My current pellet stove is being taken out and my purchase price refunded after a year of trying to make it work as advertised.

I am thinking about buying a Lopi brand replacement. Does anyone have experience with this brand? I am interested in both good and bad experiences.


----------



## vallyfarm (Oct 24, 2006)

I looked at them, but in a wood stove. Supeior quality to most other brands in the area I live. I ended up with another brand because of time constraints (they wouldn't be in stock for 2 more months), Bur I think they are a great stove.Mike


----------



## Explorer (Dec 2, 2003)

Thx, Mike. That is the problem I have here. Dealer does not have any in stock so I have to judge by specs and reputation of the stove. I have check the dealer out very well and they are first class.

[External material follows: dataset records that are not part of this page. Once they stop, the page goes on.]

/**
 * An order of the stations and, for each, the nearest ones before it on which its value is conditioned in Vecchia's
 * approximation of the likelihood (Vecchia 1988, J. R. Stat. Soc. B 50:297–312).
 */
export interface ConditioningSets {
  /** Stations before a station that it is conditioned on, at most. */
  readonly neighbourCount: number;
  /** neighbourCount + 1, the length of a row of `members`. */
  readonly size: number;
  /**
   * n × size station indices, one row a step of the order: the earlier stations, the step's own station last. The
   * first rows have fewer; their leading places hold the own station and count for nothing.
   */
  readonly members: Int32Array;
}

/** Leading places of a row of `members` that count for nothing. */
export function paddingOf(sets: ConditioningSets, step: number): number {
  return Math.max(0, sets.neighbourCount - step);
}

const known = new WeakMap<Float64Array, Map<number, ConditioningSets>>();

/**
 * Sets of up to `neighbourCount` stations in maximum–minimum-distance order: each next station is the one farthest
 * from all before it, so that the first ones span the network and the last ones fill it (Guinness 2018, Technometrics
 * 60:415–429; Katzfuss & Guinness 2021, Stat. Sci. 36:124–141). It depends on places only, not on their order but for
 * ties, which go to the station given first. About n² distances; kept as long as the array of positions is.
 *
 * @param positionsKm  n × 3, not to be changed afterwards
 */
export function conditioningSets(positionsKm: Float64Array, neighbourCount: number): ConditioningSets {
  const slot = known.get(positionsKm) ?? new Map<number, ConditioningSets>();
  known.set(positionsKm, slot);
  const found = slot.get(neighbourCount) ?? build(positionsKm, neighbourCount);
  slot.set(neighbourCount, found);
  return found;
}

function build(positionsKm: Float64Array, neighbourCount: number): ConditioningSets {
  const order = spreadingOrder(positionsKm);
  const n = order.length;
  const size = neighbourCount + 1;
  const members = new Int32Array(n * size);
  const ordered = new Float64Array(3 * n);
  for (let k = 0; k < n; k++) {
    for (let axis = 0; axis < 3; axis++) ordered[3 * k + axis] = positionsKm[3 * order[k] + axis];
  }
  const nearest = new Int32Array(neighbourCount);
  const distances = new Float64Array(neighbourCount);
  for (let k = 0; k < n; k++) {
    const count = nearestBefore(ordered, k, nearest, distances);
    const row = k * size;
    members.fill(order[k], row, row + size);
    for (let j = 0; j < count; j++) members[row + neighbourCount - count + j] = order[nearest[j]];
  }
  return { neighbourCount, size, members };
}

/** Station indices in maximum–minimum-distance order, from the one nearest to the middle of all. */
function spreadingOrder(positionsKm: Float64Array): Int32Array {
  const n = positionsKm.length / 3;
  const middle = new Float64Array(3);
  for (let i = 0; i < 3 * n; i++) middle[i % 3] += positionsKm[i] / n;
  const gap = new Float64Array(n);
  let next = 0;
  for (let i = 0; i < n; i++) {
    gap[i] = squaredDistance(positionsKm, i, middle, 0);
    if (gap[i] < gap[next]) next = i;
  }
  gap.fill(Number.POSITIVE_INFINITY);
  const order = new Int32Array(n);
  for (let k = 0; k < n; k++) {
    order[k] = next;
    gap[next] = -1;
    let farthest = -1;
    for (let i = 0; i < n; i++) {
      if (gap[i] < 0) continue;
      const d = squaredDistance(positionsKm, i, positionsKm, next);
      if (d < gap[i]) gap[i] = d;
      if (farthest < 0 || gap[i] > gap[farthest]) farthest = i;
    }
    next = farthest;
  }
  return order;
}

/** Writes the nearest of the places before `k`, nearest first, by insertion; returns how many. */
function nearestBefore(
  positionsKm: Float64Array,
  k: number,
  out: Int32Array,
  distances: Float64Array,
): number {
  let count = 0;
  for (let j = 0; j < k; j++) {
    const d = squaredDistance(positionsKm, k, positionsKm, j);
    if (count === out.length && !(d < distances[count - 1])) continue;
    if (count < out.length) count++;
    let at = count - 1;
    for (; at > 0 && d < distances[at - 1]; at--) {
      distances[at] = distances[at - 1];
      out[at] = out[at - 1];
    }
    distances[at] = d;
    out[at] = j;
  }
  return count;
}

function squaredDistance(a: Float64Array, i: number, b: Float64Array, j: number): number {
  const dx = a[3 * i] - b[3 * j];
  const dy = a[3 * i + 1] - b[3 * j + 1];
  const dz = a[3 * i + 2] - b[3 * j + 2];
  return dx * dx + dy * dy + dz * dz;
}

Seems a little strange buying from a stove manufacturer that is an ex-hippie ex-Rock and Roller. :shrug:


----------



## danb98577 (Dec 16, 2005)

I used a Lopi to heat this cabin last winter. It is a PS1, one of the earlier versions-got it from the original owner-I seem to remember it being a 1996/97 model. They work fine overall, but the fan noise got to me after a while. This place is small, so that magnified the irritation, I am sure. Replaced the snap disc that controls blower fan on after ignition, cleaned it every couple of days-usual stuff. One thing they DO NOT tell you is to lube the fan motors. Discovered this when the exhaust blower started howling-there is a sticker on the motor directing you to oil the bearings every so often. This sticker is cleverly hidden by a foam/paper muff for noise cancellation.
Shame you aren't closer-I still have the stove-brass legs and door trim. It will need a replacement fire pot, as the telltale cracks are beginning to develop in the bottom of it. And I imagine the exhaust blower motor will need to be replaced at some point as it whines once in a while. Replaced one on a friend's Lopi(same model) and it is quiet as a stone.
Overall, I am impressed with the quality-there are little buzzes as it warms up, but I have noticed they all tend to do this as the metal warms and flexes. Biggest thing is to keep after the cleaning-efficiency drops off if it is run dirty. Luck-Dan


----------